3.6. The Organoleptic Properties of Gummy Bears Evaluation In Vivo
The organoleptic properties evaluation was conducted according to the protocol of the biomedical study “The chewable dosage form: formulation and quality assessment” (BEC-FF-21) issued by the Lithuanian Bioethics Committee. The trial was carried out in accordance with the Declaration of Helsinki and International Ethical Guidelines for Biomedical Research Involving Human Subjects [
51]. The choice of the test methods and search of volunteers were in accordance with ethical guidelines as well. The inclusion criteria were healthy volunteers, speaking and understanding Lithuanian, age above 18 years old, and without a medical history or known allergies to the ingredients present in gummy bear manufacturing. The exclusion criteria were younger than 18 years old, not speaking or understanding Lithuanian, and known allergies to the ingredients used for gummy bear manufacturing. Volunteers signed the Terms of Informed Consent after being informed about the objectives and methods of the research. The participants were informed not to use any mouth hygiene products or eat anything 2 h before and during the study.
Thirteen volunteers participated in the study. The age of the participant varied between 18 and 23 years old. Each participant got four various gummy bear compositions to evaluate according to the following criteria: smell, taste, appearance, color, and firmness. The suggested evaluation was numeric from 1 to 5 (1-hate; 2-dislike; 3-do not mind; 4-like; 5-love). The answers were marked in the questionnaire.
3.7. Determination of Calcium Carbonate
The concentration of calcium carbonate in the gummies was determined by complexometric titration. The gummy bear was immersed in a diluted HCl acid and distilled water mixture (ratio 1:3). The flask was heated using a magnetic stirrer (MSH-20A, Witeg Labotechnik GmbH, Wertheim, Germany) until the gummy bear fully dissolved. The neutralization was carried out with NH4OH solution following the color change of an indicator (methyl red). Further on, 10–15 mL of the ammonium buffer was added to the neutralized solution. It was titrated with 0.05M EDTA solution and the color change point of eriochrome black was observed. The experiment was repeated with gummy bears stored at room temperature after 7 and 14 days. The values of the calcium carbonate levels were achieved for each sample as the mean ± standard deviation. The experiment was carried out five times.

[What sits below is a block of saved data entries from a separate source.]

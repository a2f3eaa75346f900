import type { DirectoryQuery, FirmDirectory, FirmEntry, OwnershipResult } from '../../contracts/people';
import { isFirmRole } from '../../permissions/roles';
import type { AppServices } from '../app-services';
import type { ActingPerson } from '../audit/acting-person';
import { auditedBy } from '../audit/audit-log';
import { insertAuditEntry } from '../audit/audit-repository';
import { InvalidInputError, InvalidStateError, NotFoundError } from '../errors';
import { enqueueMail } from '../mail/outbox';
import { inTenantTransaction, NO_TENANT } from '../tenancy/tenant-transaction';
import { countFirms, findFirmRow, listFirmRows, lockFirmMembers, setMemberRoles } from './firm-directory-repository';
import { formerOwnerMail, newOwnerMail } from './ownership-mail';

type FirmRow = NonNullable<Awaited<ReturnType<typeof findFirmRow>>>;

function toFirm(row: FirmRow): FirmEntry {
  return {
    id: row.id,
    name: row.name,
    createdAt: row.createdAt,
    members: row.members.flatMap((m) => (isFirmRole(m.role) ? [{ ...m, role: m.role }] : [])),
  };
}

/** Firms searched by name, each with its members and their roles. */
export async function listFirms(app: Pick<AppServices, 'db'>, query: DirectoryQuery): Promise<FirmDirectory> {
  return inTenantTransaction(app.db, NO_TENANT, async (trx) => ({
    firms: (await listFirmRows(trx, query)).map(toFirm),
    total: await countFirms(trx, query.q),
  }));
}

/**
 * Passes a firm's ownership to one of its members (the platform admin's act: a firm's owner cannot
 * leave, so someone outside the firm must be able to hand it on). Whoever owned it until now becomes a
 * firm admin; both are told by mail, queued with the change.
 */
export async function passOwnership(
  app: Pick<AppServices, 'db' | 'appUrl'>,
  admin: ActingPerson,
  firmId: string,
  newOwnerMemberId: string,
): Promise<OwnershipResult> {
  return inTenantTransaction(app.db, NO_TENANT, async (trx) => {
    const firm = await findFirmRow(trx, firmId);
    if (!firm) throw new NotFoundError('There is no such firm.');
    const members = await lockFirmMembers(trx, firmId);
    const target = members.find((m) => m.id === newOwnerMemberId);
    if (!target) {
      throw new InvalidInputError('That person is not a member of this firm.', [
        { path: 'newOwnerMemberId', message: `Choose one of the members of ${firm.name}.` },
      ]);
    }
    if (target.role === 'owner') throw new InvalidStateError('That member already owns the firm.');
    const formerOwners = members.filter((m) => m.role === 'owner');
    await setMemberRoles(
      trx,
      firmId,
      formerOwners.map((m) => m.id),
      'admin',
    );
    await setMemberRoles(trx, firmId, [target.id], 'owner');

    const after = toFirm((await findFirmRow(trx, firmId)) as FirmRow);
    const person = (userId: string) => after.members.find((m) => m.userId === userId);
    const newOwner = person(target.userId);
    const previous = formerOwners.flatMap((m) => person(m.userId) ?? []);
    if (!newOwner) throw new Error('the new owner vanished inside the transaction');
    await insertAuditEntry(trx, {
      ...auditedBy(admin),
      firmId,
      action: 'firm.ownership_passed',
      objectType: 'firm',
      objectId: firmId,
      summary: {
        firmName: firm.name,
        newOwner: { userId: newOwner.userId, name: newOwner.name },
        previousOwners: previous.map((m) => ({ userId: m.userId, name: m.name })),
      },
    });
    const firmUrl = `${app.appUrl}/firm`;
    await enqueueMail(trx, [
      newOwnerMail(newOwner, firm.name, firmUrl),
      ...previous.map((m) => formerOwnerMail(m, firm.name, newOwner.name, firmUrl)),
    ]);
    return {
      firm: after,
      newOwner: { userId: newOwner.userId, name: newOwner.name },
      previousOwners: previous.map((m) => ({ userId: m.userId, name: m.name })),
    };
  });
}
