import { fitLine, type Line, lineAt, type Segment } from './geometry';
import { cannot, type Derived, determined, shown } from './outcome';
import type { NaturalSpline } from './spline';
import type { TimePoint } from './time-readings';

/**
 * The parts of Casagrande's log-time construction that read the smooth curve: the inflection (steepest
 * point) and its tangent, the straight secondary tail, and the time the curve reaches a level.
 */

/**
 * common practice (our own rules): a reading joins the tail when it lies within 0.5 % of the change
 * (0.005 mm at least) of the line through the later ones; the tail is at most half as steep as the inflection
 */
const TAIL_STRAIGHTNESS = 0.005;
const TAIL_MIN_MM = 0.005;
const TAIL_SLOPE_SHARE = 0.5;

export type Inflection = Derived<{ x: number; y: number; slope: number }>;

export function steepest(spline: NaturalSpline, from: number, to: number): Inflection {
  let best = { x: from, y: 0, slope: Number.NEGATIVE_INFINITY };
  for (let i = 0; i <= 400; i++) {
    const x = from + ((to - from) * i) / 400;
    const p = spline.at(x);
    if (p.dy > best.slope) best = { x, y: p.y, slope: p.dy };
  }
  if (!(best.slope > 0)) return cannot('cvLogTime', 'no-intersection', 'the readings do not rise with log time.');
  return determined(best);
}

export function inflectionAt(spline: NaturalSpline, timeMin: number, xs: readonly number[]): Inflection {
  const x = Math.log10(timeMin);
  if (!(x >= (xs[0] as number) && x <= (xs[xs.length - 1] as number))) {
    return cannot('cvLogTime', 'out-of-range', `the chosen inflection ${shown(timeMin)} min lies outside the readings.`);
  }
  const p = spline.at(x);
  if (!(p.dy > 0)) return cannot('cvLogTime', 'no-intersection', `the curve does not rise at the chosen ${shown(timeMin)} min.`);
  return determined({ x, y: p.y, slope: p.dy });
}

/**
 * The trailing readings after the inflection that lie on one straight line: the last three, then
 * each earlier reading in turn while it lies within TAIL_STRAIGHTNESS of the change (at least TAIL_MIN_MM)
 * of the line through the later ones; the line must be at most TAIL_SLOPE_SHARE as steep as the inflection.
 */
export function autoTail(
  xs: readonly number[],
  y: readonly number[],
  inflection: { x: number; slope: number },
  change: number,
): number[] {
  const n = xs.length;
  const tolerance = Math.max(TAIL_STRAIGHTNESS * change, TAIL_MIN_MM);
  const lineFrom = (start: number) => {
    const idx = Array.from({ length: n - start }, (_, k) => start + k);
    return {
      idx,
      fit: fitLine(
        idx.map((i) => xs[i] as number),
        idx.map((i) => y[i] as number),
      ),
    };
  };
  const usable = (start: number) => {
    if (start < 0 || !((xs[start] as number) > inflection.x)) return false;
    const { idx, fit } = lineFrom(start);
    return (
      fit.slope <= TAIL_SLOPE_SHARE * inflection.slope &&
      idx.every((i) => Math.abs((y[i] as number) - lineAt(fit, xs[i] as number)) <= tolerance)
    );
  };
  if (!usable(n - 3)) return [];
  let start = n - 3;
  while (start > 0 && (xs[start - 1] as number) > inflection.x) {
    const { fit } = lineFrom(start);
    if (Math.abs((y[start - 1] as number) - lineAt(fit, xs[start - 1] as number)) > tolerance) break;
    start--;
  }
  return Array.from({ length: n - start }, (_, i) => start + i);
}

/** The first log time at which the smooth curve reaches `level`, by bisection within the bracketing readings. */
export function crossing(spline: NaturalSpline, xs: readonly number[], level: number): number | null {
  for (let i = 1; i < xs.length; i++) {
    let lo = xs[i - 1] as number;
    let hi = xs[i] as number;
    if (spline.at(lo).y > level) return null;
    if (spline.at(hi).y < level) continue;
    for (let k = 0; k < 60; k++) {
      const mid = (lo + hi) / 2;
      if (spline.at(mid).y < level) lo = mid;
      else hi = mid;
    }
    return (lo + hi) / 2;
  }
  return null;
}

export function segment(line: Line, from: number, to: number, point: (x: number, y: number) => TimePoint): Segment<TimePoint> {
  return { from: point(from, lineAt(line, from)), to: point(to, lineAt(line, to)) };
}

3.8. Determination of Mass Uniformity
The uniformity of mass was determined gravimetrically according to the European Pharmacopoeia 6.0 (01/2008:20905).

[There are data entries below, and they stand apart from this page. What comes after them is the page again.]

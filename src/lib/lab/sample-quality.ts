import { SAMPLE_QUALITY_LABELS, type SampleQualityClass, sampleQualityClass } from '../import/sample-quality';
import { type CompressionCurve, loadingStates, voidRatioOnLoading } from './compression-curve';
import type { CurvePoint } from './geometry';
import { cannot, type Derived, determined, shown } from './outcome';

export interface SampleQuality {
  /** (e0 − e at σ′v0)/e0 */
  deltaEOverE0: number;
  /** the point on the test's own first-loading curve at the in-situ stress */
  atInSituStress: CurvePoint;
  ocr: number | null;
  /** Lunne, Berre & Strandvik (1997) class 1–4; null above OCR 4, where the classes are not defined */
  qualityClass: SampleQualityClass | null;
  label: string | null;
}

/**
 * Sample quality from the test's own curve: Δe/e0 with Δe = e0 − e at the in-situ vertical effective
 * stress, read off the first-loading curve (linear in log σ′ between points), and the class of Lunne,
 * Berre & Strandvik (1997) for the OCR band (the importer's `sampleQualityClass`). OCR = σ′p/σ′v0 from the
 * σ′p given (the interpretation passes Casagrande's, else the strain-energy value). Refused when a first-
 * loading increment up to the one that passes σ′v0 goes backwards (later problems do not touch the reading).
 */
export function sampleQuality(
  curve: CompressionCurve,
  inSituStressKpa: number | null | undefined,
  sigmaPKpa: number | null,
): Derived<SampleQuality> {
  if (typeof inSituStressKpa !== 'number' || !(inSituStressKpa > 0)) {
    return cannot('deltaEOverE0', 'missing-input', 'the in-situ vertical effective stress σ′v0 is not given.');
  }
  const loading = loadingStates(curve);
  const reach = loading.find((s) => s.stressKpa >= inSituStressKpa)?.stressKpa ?? Number.POSITIVE_INFINITY;
  const problem = curve.problems.find((p) => p.branch === 'loading' && stressOf(curve, p.incrementNo) <= reach);
  if (problem) return cannot('deltaEOverE0', 'goes-backwards', `${problem.message}.`);
  const e = voidRatioOnLoading(curve, inSituStressKpa);
  if (e === null) {
    const span =
      loading.length > 0 ? `${shown(loading[0]?.stressKpa ?? 0)}–${shown(loading.at(-1)?.stressKpa ?? 0)} kPa` : 'no stresses';
    return cannot(
      'deltaEOverE0',
      'out-of-range',
      `σ′v0 = ${shown(inSituStressKpa)} kPa lies outside the first loading (${span}).`,
    );
  }
  const { e0 } = curve.initial;
  const deltaEOverE0 = (e0 - e) / e0;
  const ocr = sigmaPKpa === null ? null : sigmaPKpa / inSituStressKpa;
  const qualityClass = sampleQualityClass(deltaEOverE0, ocr);
  return determined({
    deltaEOverE0,
    atInSituStress: { stressKpa: inSituStressKpa, voidRatio: e },
    ocr,
    qualityClass,
    label: qualityClass === null ? null : SAMPLE_QUALITY_LABELS[qualityClass],
  });
}

function stressOf(curve: CompressionCurve, incrementNo: number): number {
  return curve.states.find((s) => s.incrementNo === incrementNo)?.stressKpa ?? 0;
}
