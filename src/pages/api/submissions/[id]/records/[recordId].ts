import { recordCorrectionSchema } from '../../../../../lib/schemas/record-correction';
import { appContext } from '../../../../../lib/server/app-context';
import { editReturnedRecord } from '../../../../../lib/server/contribute/edit-record';
import { activeFirmId, requirePermission } from '../../../../../lib/server/http/guards';
import { BODY_LIMIT_BYTES } from '../../../../../lib/server/http/read-body';
import { handleApi, json, readJsonBody } from '../../../../../lib/server/http/respond';

export const prerender = false;

/** Corrects a record of a returned submission (values in SI units, checked like an upload row). */
export const PATCH = handleApi(async (context) => {
  const identity = await requirePermission(context, 'submission', 'create');
  const body = await readJsonBody(context.request, recordCorrectionSchema, BODY_LIMIT_BYTES.recordCorrection);
  const contributor = {
    userId: identity.user.id,
    firmId: activeFirmId(identity),
    ipAddress: context.clientAddress,
    via: 'browser' as const,
  };
  const record = await editReturnedRecord(
    appContext().database.db,
    contributor,
    context.params.id ?? '',
    context.params.recordId ?? '',
    body.values,
  );
  return json({ record });
});
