import type { CurveState } from './compression-curve';
import { type CurvePoint, fitLine, type Line, type Segment, type StressRange, stressSegment } from './geometry';

/** A straight line fitted on the e–log σ′ chart over a stated range of stresses. */
export interface SlopeFit {
  /** the index: −Δe/Δlog10 σ′ (Cc or Cr), positive */
  value: number;
  range: StressRange;
  /** the laboratory points the line was fitted to */
  points: CurvePoint[];
  /** e = slope·log10(σ′) + intercept */
  line: Line;
  /** the fitted line across its range, to draw */
  segment: Segment<CurvePoint>;
  /** root mean square residual of the fit, in void ratio */
  rmsResidual: number;
  chosenBy: 'auto' | 'person';
}

/** Least-squares line of e on log10 σ′ through at least two states of different stress. */
export function fitSlope(states: readonly CurveState[], chosenBy: SlopeFit['chosenBy']): SlopeFit {
  const fit = fitLine(
    states.map((s) => Math.log10(s.stressKpa)),
    states.map((s) => s.voidRatio),
  );
  const stresses = states.map((s) => s.stressKpa);
  const range = { fromKpa: Math.min(...stresses), toKpa: Math.max(...stresses) };
  return {
    value: -fit.slope,
    range,
    points: states.map(({ stressKpa, voidRatio }) => ({ stressKpa, voidRatio })),
    line: { slope: fit.slope, intercept: fit.intercept },
    segment: stressSegment(fit, range.fromKpa, range.toKpa),
    rmsResidual: fit.rmsResidual,
    chosenBy,
  };
}

export function distinctStresses(states: readonly CurveState[]): number {
  return new Set(states.map((s) => s.stressKpa)).size;
}

export function withinRange(states: readonly CurveState[], range: StressRange): CurveState[] {
  const lo = Math.min(range.fromKpa, range.toKpa) * (1 - 1e-9);
  const hi = Math.max(range.fromKpa, range.toKpa) * (1 + 1e-9);
  return states.filter((s) => s.stressKpa >= lo && s.stressKpa <= hi);
}
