// @ts-check
// Makes the worker-thread entries exist wherever the server runs. For each entry below the server
// imports `virtual:claybank/<name>-worker`, the file URL of that worker's entry:
// - `astro build`: the task module is emitted as its own entry chunk, `<name>-worker.mjs` beside
//   `entry.mjs` in the server output, and the URL is Rollup's reference to that chunk, resolved
//   relative to the chunk that imports it (so the built folder can move);
// - `astro dev`: the tsx loader next to the task module, which runs the TypeScript directly.
// A new kind of CPU-heavy task adds one line to WORKERS (and a `declare module` in src/env.d.ts).
import { fileURLToPath } from 'node:url';

/** name → the task module (the worker's default export) and its tsx loader for `astro dev`. */
const WORKERS = {
  preview: { task: '../lib/server/estimates/preview-task.ts', dev: '../lib/server/estimates/preview-task-dev.mjs' },
  statistics: { task: '../lib/server/statistics/statistics-task.ts', dev: '../lib/server/statistics/statistics-task-dev.mjs' },
};

const entries = Object.entries(WORKERS).map(([name, files]) => ({
  name,
  virtualId: `virtual:claybank/${name}-worker`,
  resolvedId: `\0virtual:claybank/${name}-worker`,
  task: fileURLToPath(new URL(files.task, import.meta.url)),
  devEntry: new URL(files.dev, import.meta.url).href,
  fileName: `${name}-worker.mjs`,
}));

/** @returns {import('vite').Plugin} */
function workerEntriesPlugin() {
  let serving = false;
  let ssrBuild = false;
  /** @type {Map<string, string>} */
  const references = new Map();
  return {
    name: 'claybank:worker-entries',
    configResolved(config) {
      serving = config.command === 'serve';
      ssrBuild = Boolean(config.build.ssr);
    },
    buildStart() {
      references.clear();
      if (serving || !ssrBuild) return;
      for (const entry of entries) {
        references.set(entry.resolvedId, this.emitFile({ type: 'chunk', id: entry.task, fileName: entry.fileName }));
      }
    },
    resolveId(id) {
      return entries.find((entry) => entry.virtualId === id)?.resolvedId ?? null;
    },
    load(id) {
      const entry = entries.find((e) => e.resolvedId === id);
      if (!entry) return null;
      const reference = references.get(id);
      if (reference) return `export default import.meta.ROLLUP_FILE_URL_${reference};`;
      if (serving) return `export default ${JSON.stringify(entry.devEntry)};`;
      this.error(`${entry.virtualId} is for server code only.`);
    },
  };
}

/** @returns {import('astro').AstroIntegration} */
export function workerEntries() {
  return {
    name: 'claybank:worker-entries',
    hooks: {
      'astro:config:setup': ({ updateConfig }) => {
        updateConfig({ vite: { plugins: [workerEntriesPlugin()] } });
      },
    },
  };
}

Each of the 10 randomly selected gummy bears were carefully placed and weighted using an analytical balance (Mettler Toledo MS 205DU, Switzerland). The gummy bears were then left in an open packaging at room temperature and weighted after 7 and 14 days. The results are presented as mean ± standard deviation. The experiment was carried out three times.
3.9. Dissolution Test
The dissolution test was performed at 37 °C in a flask with 100 mL of distilled water using a magnetic stirrer (MSH-20A, Witeg Labotechnik GmbH, Wertheim, Germany). The chronometer was used to follow the dissolution process and determine the dissolution time point. The experiment was repeated with gummy bears stored at room temperature after 7 and 14 days. The results are presented as mean ± standard deviation. The experiment was carried out three times.
3.10. Statistical Analysis
The mean and standard deviation of the data were used to present the results of the study. Statistical analysis was carried out using the software package Prism v. 5.04 (GraphPad Software Inc., La Jolla, CA, USA). One-way and two-way ANOVA accompanied by Dunnett’s post-test were applied. The level of significance was 0.05.